# Buying first bandsaw. Used jet 14inch for $150



## frogr42000 (Apr 10, 2009)

I'm not sure of the age of this saw. What are some things i should be looking for when I get there?


----------



## PurpLev (May 30, 2008)

1. make sure it works? smooth operation, no stiff parts (motor and wheels)
2. check that the blade can run balanced in the middle of the wheels (rotate the wheel with your hand, and check that the blade stays in the middle of it)
3. check that there are no loose parts
4. check the table and trunnion that everything is solid, steady, and doesn't wobble about
5. check that blade tension works properly.
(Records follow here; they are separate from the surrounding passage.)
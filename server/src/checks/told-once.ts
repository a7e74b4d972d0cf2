// Each fault told once, with the fix that cures it. Two passes over the rules' findings:
// - A diode reported reversed is the cause of what else goes wrong with it as drawn (a
//   reversed LED in reverse breakdown): those findings say so, and offer no fix of their own
//   (a guard diode across a reversed LED would leave it dark for good), since turning the
//   diode around cures them too.
// - A line inside a subcircuit is one line however many instances place it: the findings of
//   its instances that fare alike (one rule, the same message but for the instance's name)
//   become one finding, about the first, naming the others. Its fix edits that one line,
//   which every instance reads.
import type { Element, SourceLocation } from '../netlist/circuit.js';
import type { Finding } from '../findings.js';
import type { FixRequest } from './fix-request.js';

const REVERSED_RULE = 'reversed-diode';
/** Instances named in a merged finding's message; the rest are counted. */
const INSTANCES_NAMED = 3;

export interface ToldOnce {
  findings: Finding[];
  fixRequests: { finding: Finding; request: FixRequest }[];
}

export function tellOnce(
  findings: readonly Finding[],
  fixRequests: readonly { finding: Finding; request: FixRequest }[],
  elementNamed: (name: string) => Element | undefined,
  isLed: (name: string) => boolean,
): ToldOnce {
  const causes = blameReversal(findings, fixRequests, isLed);
  return mergeInstances(causes.findings, causes.fixRequests, elementNamed);
}

function blameReversal(findings: readonly Finding[], fixRequests: readonly { finding: Finding; request: FixRequest }[], isLed: (name: string) => boolean): ToldOnce {
  const reversed = new Set(findings.filter((finding) => finding.rule === REVERSED_RULE && finding.element !== undefined).map((finding) => finding.element!));
  if (reversed.size === 0) return { findings: [...findings], fixRequests: [...fixRequests] };
  const explained = new Set<Finding>();
  const told = findings.map((finding) => {
    if (finding.rule === REVERSED_RULE || finding.element === undefined || !reversed.has(finding.element)) return finding;
    // Fixes already attached (a fix provider's): only the ignore fix stays, which is never the preferred one.
    const fixes = finding.fixes.filter((fix) => !fix.preferred);
    const dark = isLed(finding.element) ? ', and a guard diode across it would leave it dark' : '';
    const copy: Finding = { ...finding, message: `${finding.message} ${finding.element} is reversed (reversed-diode): turned around it would not see this${dark}.`, fixes };
    explained.add(finding);
    return copy;
  });
  const byOriginal = new Map(findings.map((finding, index) => [finding, told[index]!]));
  return {
    findings: told,
    // An explained finding keeps only its ignore fix.
    fixRequests: fixRequests
      .filter(({ finding, request }) => !explained.has(finding) || request.kind === 'ignore')
      .map(({ finding, request }) => ({ finding: byOriginal.get(finding) ?? finding, request })),
  };
}

function mergeInstances(findings: readonly Finding[], fixRequests: readonly { finding: Finding; request: FixRequest }[], elementNamed: (name: string) => Element | undefined): ToldOnce {
  const groups = new Map<string, Finding[]>();
  const keyOf = (finding: Finding): string | undefined => {
    const element = finding.element === undefined ? undefined : elementNamed(finding.element);
    if (!element || element.instances.length === 0) return undefined;
    const { uri, range } = finding.location;
    // Only instances that fare alike: the same message once the instance's own name is taken out.
    // Instances whose parameters make them differ keep a finding each.
    const message = finding.message.split(finding.element!).join('\u0000');
    return `${finding.rule}|${uri}|${range.start.offset}|${range.end.offset}|${finding.severity}|${message}`;
  };
  for (const finding of findings) {
    const key = keyOf(finding);
    if (key === undefined) continue;
    const group = groups.get(key);
    if (group) group.push(finding);
    else groups.set(key, [finding]);
  }
  const replaced = new Map<Finding, Finding | undefined>();
  for (const group of groups.values()) {
    if (group.length < 2) continue;
    const first = group[0]!;
    const others = group.filter((each) => each !== first);
    const named = others.slice(0, INSTANCES_NAMED).map((each) => each.element!);
    const more = others.length - named.length;
    const list = more > 0 ? `${named.join(', ')} and ${more} more` : named.join(' and ');
    const related: { location: SourceLocation; message: string }[] = [...first.related];
    for (const other of others) {
      const placed = elementNamed(other.element!)?.instances.at(-1);
      if (placed) related.push({ location: placed, message: `${other.element}: the same line in another instance` });
    }
    replaced.set(first, { ...first, message: `${first.message} The same holds for ${list}: ${others.length === 1 ? 'another instance' : 'other instances'} of this subcircuit line.`, related });
    for (const other of others) replaced.set(other, undefined);
  }
  if (replaced.size === 0) return { findings: [...findings], fixRequests: [...fixRequests] };
  return {
    findings: findings.flatMap((finding) => {
      if (!replaced.has(finding)) return [finding];
      const merged = replaced.get(finding);
      return merged ? [merged] : [];
    }),
    fixRequests: fixRequests.flatMap(({ finding, request }) => {
      if (!replaced.has(finding)) return [{ finding, request }];
      const merged = replaced.get(finding);
      return merged ? [{ finding: merged, request }] : [];
    }),
  };
}
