// Suppression (product.md): `*pnlint: ignore <rule>` for the next element line (or, inline,
// its own line), `*pnlint: ignore-file <rule>` for the whole file, and pnlint.json's ignores.
// The suppressions are indexed by rule once, so that a board with thousands of findings and
// thousands of ignores is filtered in time linear in both.
import type { Circuit, Element } from '../netlist/circuit.js';
import type { Finding } from '../findings.js';
import type { WorkspaceConfig } from '../config.js';
import type { Directives } from './directives.js';

/** What silences one rule. */
interface RuleSuppressions {
  /** Files whose findings are silenced (`ignore-file`). */
  files: Set<string>;
  /** Lower-cased element names whose findings are silenced. */
  elements: Set<string>;
  /** `uri|line` of the ignored elements' lines: a finding placed on such a line is silenced too. */
  lines: Set<string>;
  /** pnlint.json ignores the rule everywhere. */
  everywhere: boolean;
}

const lineKey = (uri: string, line: number) => `${uri}|${line}`;

interface SuppressionIndex {
  circuit: Circuit;
  config: WorkspaceConfig | undefined;
  byRule: Map<string, RuleSuppressions>;
}

/** The last index built for each set of directives: callers that filter one finding at a time reuse it. */
const indexes = new WeakMap<Directives, SuppressionIndex>();

export function applySuppressions(findings: Finding[], circuit: Circuit, directives: Directives, config: WorkspaceConfig | undefined): Finding[] {
  let index = indexes.get(directives);
  if (!index || index.circuit !== circuit || index.config !== config) {
    index = { circuit, config, byRule: indexSuppressions(circuit, directives, config) };
    indexes.set(directives, index);
  }
  const byRule = index.byRule;
  if (byRule.size === 0) return findings.slice();
  return findings.filter((finding) => {
    const entry = byRule.get(finding.rule);
    if (!entry) return true;
    if (entry.everywhere || entry.files.has(finding.location.uri)) return false;
    if (finding.element !== undefined && entry.elements.has(finding.element.toLowerCase())) return false;
    return !entry.lines.has(lineKey(finding.location.uri, finding.location.range.start.line));
  });
}

function indexSuppressions(circuit: Circuit, directives: Directives, config: WorkspaceConfig | undefined): Map<string, RuleSuppressions> {
  const byRule = new Map<string, RuleSuppressions>();
  const forRule = (rule: string): RuleSuppressions => {
    let entry = byRule.get(rule);
    if (!entry) byRule.set(rule, (entry = { files: new Set(), elements: new Set(), lines: new Set(), everywhere: false }));
    return entry;
  };
  let elementsByName: Map<string, Element> | undefined;
  const elementNamed = (name: string): Element | undefined => {
    if (!elementsByName) {
      elementsByName = new Map();
      // The first element of a name, as a search from the top would find it.
      for (const element of circuit.elements) if (!elementsByName.has(element.name)) elementsByName.set(element.name, element);
    }
    return elementsByName.get(name);
  };

  for (const suppression of directives.suppressions) {
    const element = suppression.file === undefined && suppression.element !== undefined ? elementNamed(suppression.element) : undefined;
    for (const rule of suppression.rules) {
      const entry = forRule(rule);
      if (suppression.file !== undefined) {
        // A top-level ignore-file covers the whole check; one in an included file covers findings placed there.
        if (suppression.file === circuit.uri) entry.everywhere = true;
        else entry.files.add(suppression.file);
        continue;
      }
      if (suppression.element === undefined) continue;
      entry.elements.add(suppression.element.toLowerCase());
      if (element) entry.lines.add(lineKey(element.location.uri, element.location.range.start.line));
    }
  }
  for (const suppression of config?.suppressions ?? []) {
    for (const rule of suppression.rules) {
      const entry = forRule(rule);
      if (!suppression.elements) entry.everywhere = true;
      else for (const name of suppression.elements) entry.elements.add(name.toLowerCase());
    }
  }
  return byRule;
}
I'm sure others can chime in with more stuff.


----------



## frogr42000 (Apr 10, 2009)

thank you so much. Is it a bad idea for a first timer to buy a used bandsaw? I was looking at a 14" grizzly for around $500 but was thinking i could save some money in the time being. I know what get tools jet makes.


----------



## PurpLev (May 30, 2008)

$150 if a very good price for a 14" bandsaw (esp. Jet) which might indicate that it's not in the best shape, but that's not a given.

do your research, and make sure that whatever bandsaw you're getting - it has the features that you need it to have. otherwise you'd be getting something that won't do what you want it to - or you'd be paying way over what you should for something that has many features that you dont even need, to do something rather simple…

either way, for $150 - you can't go too wrong…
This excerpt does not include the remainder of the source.